Dix Blue vs Parma Gray
Dix Blue and Parma Gray come from the same Farrow & Ball collection. Both sit in the blue-grey family, which is useful context if you're narrowing within a single hue direction. The 9-point LRV gap — 50 for Parma Gray vs 41 for Dix Blue — means Parma Gray will open up a space more effectively. Both share a cool character, which means they'll respond to light and surrounding materials in similar ways. ΔE 9.7 means they're clearly different, but not dramatically so — they'd pair well in the same room. Below you'll find 5 real-room photo comparisons where both colors appear side by side, plus 5 simulated room previews.
Dix Blue vs Parma Gray in Real Spaces
5 real rooms side by side. Dix Blue and Parma Gray are close enough that the difference can be hard to judge from a chip alone — these photos show how each reads at scale, across different spaces and lighting conditions.
Living Room
A living room wall sees more varied light than almost any other surface in the house, which makes the choice between these two more nuanced than a chip suggests. Parma Gray reflects noticeably more light off the walls, making the space read more open than Dix Blue.
Bedroom
Bedrooms are typically lit with warmer, lower light than the rest of the house — a condition that flatters warm tones and deepens cool ones. Parma Gray returns significantly more light to the room — in a smaller or darker space, that difference in perceived brightness is hard to miss.
Bathroom
Small bathrooms intensify color. A shade that seems quiet in a larger room can feel immersive when you're surrounded by it on four walls. Parma Gray returns significantly more light to the room — in a smaller or darker space, that difference in perceived brightness is hard to miss.
Front Door
On a front door, the color is both the first and last thing you see — a context where even a modest tonal difference reads clearly. Parma Gray reflects noticeably more light off the walls, making the space read more open than Dix Blue.
Kitchen Cabinets
Cabinet color is always seen in context — against countertops, backsplash, and hardware — which amplifies undertone differences that might disappear on a plain wall. Parma Gray returns significantly more light to the room — in a smaller or darker space, that difference in perceived brightness is hard to miss.
Color Details
Dix Blue vs Parma Gray Simulated Comparison
5 simulated room previews — drag the slider on each to see Dix Blue on one side and Parma Gray on the other.

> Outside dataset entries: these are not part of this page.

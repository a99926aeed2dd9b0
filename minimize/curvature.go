package minimize

import (
	"errors"
	"fmt"
	"math"
	"runtime"

	"github.com/tenter-go/tenter/action"
	"github.com/tenter-go/tenter/constraint"
	"github.com/tenter-go/tenter/field"
	"github.com/tenter-go/tenter/internal/nested"
)

// curvature is the second derivative of what a solve has made stationary, at
// the history that it found, by all values of the history:
//
//	K = hk/q² (JᵀJ + Σ r ∂²r) + T    least residual
//	K = S″ + T                       minimum
//
// with J = ∂r/∂φ over the rows that count and the diagonal T of observations and
// cost conditions. Over the free values, bordered by the linear conditions a,
//
//	( K   Aᵀ   ) (x)   (f)
//	( A  −1/P  ) (μ) = (b),
//
// P the precision of a soft condition, 0 in place of −1/P for a hard one, it is
// factorised once. Solutions are corrected with K as it stands above, the least
// residual's by products with J, until they no longer change: a solution by the
// normal equations has twice the error exponent of one by J [Björck 1996,
// Numerical Methods for Least Squares Problems, section 2.9].
type curvature struct {
	free    *constraint.Unknowns
	shape   *field.History   // for block and components
	borders []constraint.Row // hard, then soft
	scale   []float64        // of each border in the factorised matrix
	still   *bounds          // active bounds; nil without any

	jac    *action.Matrix // least residual
	rows   []int32        // of jac, those that count
	weight float64        // hk/q²
	bent   *field.History // hk/q² Σ r ∂²r; see residualCurvature
	second *action.Matrix // minimum
	terms  *field.History // T; nil without terms

	factor   *nested.Factor
	damp     float64 // added to the diagonal of the factorised matrix alone
	largest  float64 // diagonal entry
	out, row []float64
}

// factorise analyses and factorises the matrix over the unknowns. definite says
// that it must be positive definite on the space of the linear conditions.
func (k *curvature) factorise(p *problem, definite bool) error {
	grid := p.grid()
	var values []float64
	var diagonal []int
	if k.jac != nil {
		m := newNormal(k.jac, k.rows, k.free, grid)
		m.assemble(k.jac)
		values, diagonal = m.values, m.diagonal
		for i := range values {
			values[i] *= k.weight
		}
		k.addBent(values, grid.Place)
	} else {
		m := newHessian(k.second, k.free, grid)
		m.assemble(k.second)
		values, diagonal = m.values, m.diagonal
	}
	if k.terms != nil {
		for u, v := range k.free.Reduce(nil, k.terms) {
			values[diagonal[u]] += v
		}
	}
	for _, at := range diagonal {
		k.largest = max(k.largest, math.Abs(values[at]))
	}
	if k.jac != nil {
		// as the solver does; solutions are corrected for it
		k.damp = leastDamping * k.largest
		for _, at := range diagonal {
			values[at] += k.damp
		}
	}
	if k.still != nil {
		k.still.isolate(grid, values)
	}
	values = k.addBorders(grid, values)
	symbolic, err := nested.Analyse(*grid)
	if err != nil {
		return fmt.Errorf("minimize: %w", err)
	}
	size := symbolic.Stats()
	if float64(size.Bytes) > p.set.Memory || size.Flops > p.set.Work {
		return &TooLarge{
			Unknowns: grid.N, Front: size.LargestFront, Bytes: float64(size.Bytes), Flops: size.Flops, Memory: p.set.Memory, Work: p.set.Work,
			problem: "response", suggestion: "want a smaller block or higher limits in the settings",
		}
	}
	if definite && len(k.borders) == 0 {
		k.factor, err = symbolic.Cholesky(values, runtime.GOMAXPROCS(0))
	} else {
		k.factor, err = symbolic.LDLT(values, runtime.GOMAXPROCS(0))
	}
	k.out, k.row = make([]float64, k.free.Values()), make([]float64, k.free.Values())
	if bad := (*nested.NotPositive)(nil); errors.As(err, &bad) {
		return k.undetermined(bad.Unknown, bad.Pivot)
	}
	if err != nil {
		return fmt.Errorf("minimize: %w", err)
	}
	return k.judge(definite)
}

// judge returns an *Undetermined unless the factorised matrix is fit for
// responses.
func (k *curvature) judge(definite bool) error {
	if _, negative, _, known := k.factor.Inertia(); !known || definite && negative != len(k.borders) {
		smallest, _, at := k.factor.Smallest(probes)
		return k.undetermined(at, smallest)
	}
	if k.jac == nil || len(k.borders) > 0 {
		return nil
	}
	// With the normal equations at their limit Smallest, which is |Kv|, says more
	// than there is; the growth of v by K⁻¹ does not. Rounding of the factor is
	// below ten times the damping, which is all that then is left.
	_, v, at := k.factor.Smallest(probes)
	var smallest float64
	for range 2 {
		k.factor.Solve(v, v)
		var square float64
		for u, x := range v {
			square += x * x
			if math.Abs(x) > math.Abs(v[at]) {
				at = u
			}
		}
		smallest = 1 / math.Sqrt(square)
		for u := range v {
			v[u] *= smallest
		}
	}
	if smallest <= 10*k.damp {
		return k.undetermined(at, smallest)
	}
	return nil
}

const probes = 10 // steps of the Lanczos method for the smallest eigenvalue

func (k *curvature) undetermined(unknown int, smallest float64) error {
	e := &Undetermined{Smallest: smallest, Largest: k.largest}
	if unknown < k.free.N {
		_, e.Component, _, e.Event = k.free.Event(k.free.Lead(unknown))
	} else {
		r := &k.borders[unknown-k.free.N]
		e.Component, e.Event, e.Condition = r.Component, r.Event, r.Name
	}
	return e
}

// addBorders appends the linear conditions to the pattern and returns the values
// with theirs. They are scaled to the matrix.
func (k *curvature) addBorders(p *nested.Pattern, values []float64) []float64 {
	for _, r := range k.borders {
		var most float64
		for _, w := range r.Weight {
			most = max(most, math.Abs(w))
		}
		scale := 1.0
		if most > 0 && k.largest > 0 {
			scale = k.largest / most
		}
		k.scale = append(k.scale, scale)
		for j, w := range r.Weight {
			if k.still != nil && k.still.active[r.Unknown[j]] {
				w = 0
			}
			values = append(values, scale*w)
		}
		var corner float64
		if r.Precision > 0 {
			corner = -scale * scale / r.Precision
		}
		values = append(values, corner)
		p.Row, p.Col = append(p.Row, 0), append(p.Col, 0)
		p.Adj = append(append(p.Adj, r.Unknown...), int32(p.N))
		p.Ptr = append(p.Ptr, len(p.Adj))
		p.Last = append(p.Last, int32(p.N))
		p.N++
	}
	return values
}
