package minimize

import (
	"context"
	"math"
	"testing"

	"github.com/tenter-go/tenter/action"
	"github.com/tenter-go/tenter/field"
)

// Steady combustion −Δv = 5eᵛ on the unit square, lower branch [MINPACK-2,
// Averick, Carter, Moré & Xue 1992]: ∫½|∇v|² − 5eᵛ with n interior points a side,
// the exponential counted on the rim too. The corners of the triangulation have
// ⅙, ⅓, ⅙ and ⅓ of a cell where the lattice has ¼ each, which is the same sum of
// e⁰. Energies and largest values: independent computation, to rounding of the
// fixed-grid problem.
func TestSteadyCombustion(t *testing.T) {
	flame := action.Scalar{V: func(v float64) float64 { return -5 * math.Exp(v) }}
	flame.D1, flame.D2 = flame.V, flame.V
	for _, c := range []struct {
		n             int
		energy, value float64
	}{
		{49, -5.610821981892, 0.556860819168},
		{50, -5.610847889837, 0.556445405978},
		{99, -5.611322765035, 0.556935033967},
		{199, -5.611448097142, 0.556953605004},
		{200, -5.611448511905, 0.556926666510},
	} {
		b := unitSquare(c.n, c.n)
		s, held := rimmedOn(t, b, action.Wave{Potential: flame})
		found, err := Minimum(context.Background(), s, held, field.NewHistory(b, 1), nil)
		if err != nil {
			t.Errorf("n = %d: %v", c.n, err)
			continue
		}
		// 2e-12 is the tolerance of the reference.
		if d := found.Report.CostAfter - c.energy; math.Abs(d) > 2e-12 {
			t.Errorf("n = %d: energy %.13f, want %.12f", c.n, found.Report.CostAfter, c.energy)
		}
		// The last digit given, with the gradient at 1e-10 of its terms.
		if v := found.History.MaxAbs(); math.Abs(v-c.value) > 2e-11 {
			t.Errorf("n = %d: largest value %.12f, want %.12f", c.n, v, c.value)
		}
		t.Logf("n = %d: %d steps, %.3f s", c.n, found.Report.Iterations, found.Report.Wall.Seconds())
	}
}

Digital color is approximate. These simulations are generated from the manufacturer's hex values and overlaid on grayscale room photos — your screen's calibration, brightness, and viewing angle all affect how they render. Before committing to either color, test physical samples in your own space under the light you actually live with.
More Dix Blue comparisons
See how Dix Blue stacks up against other well-photographed colors across different brands and tones.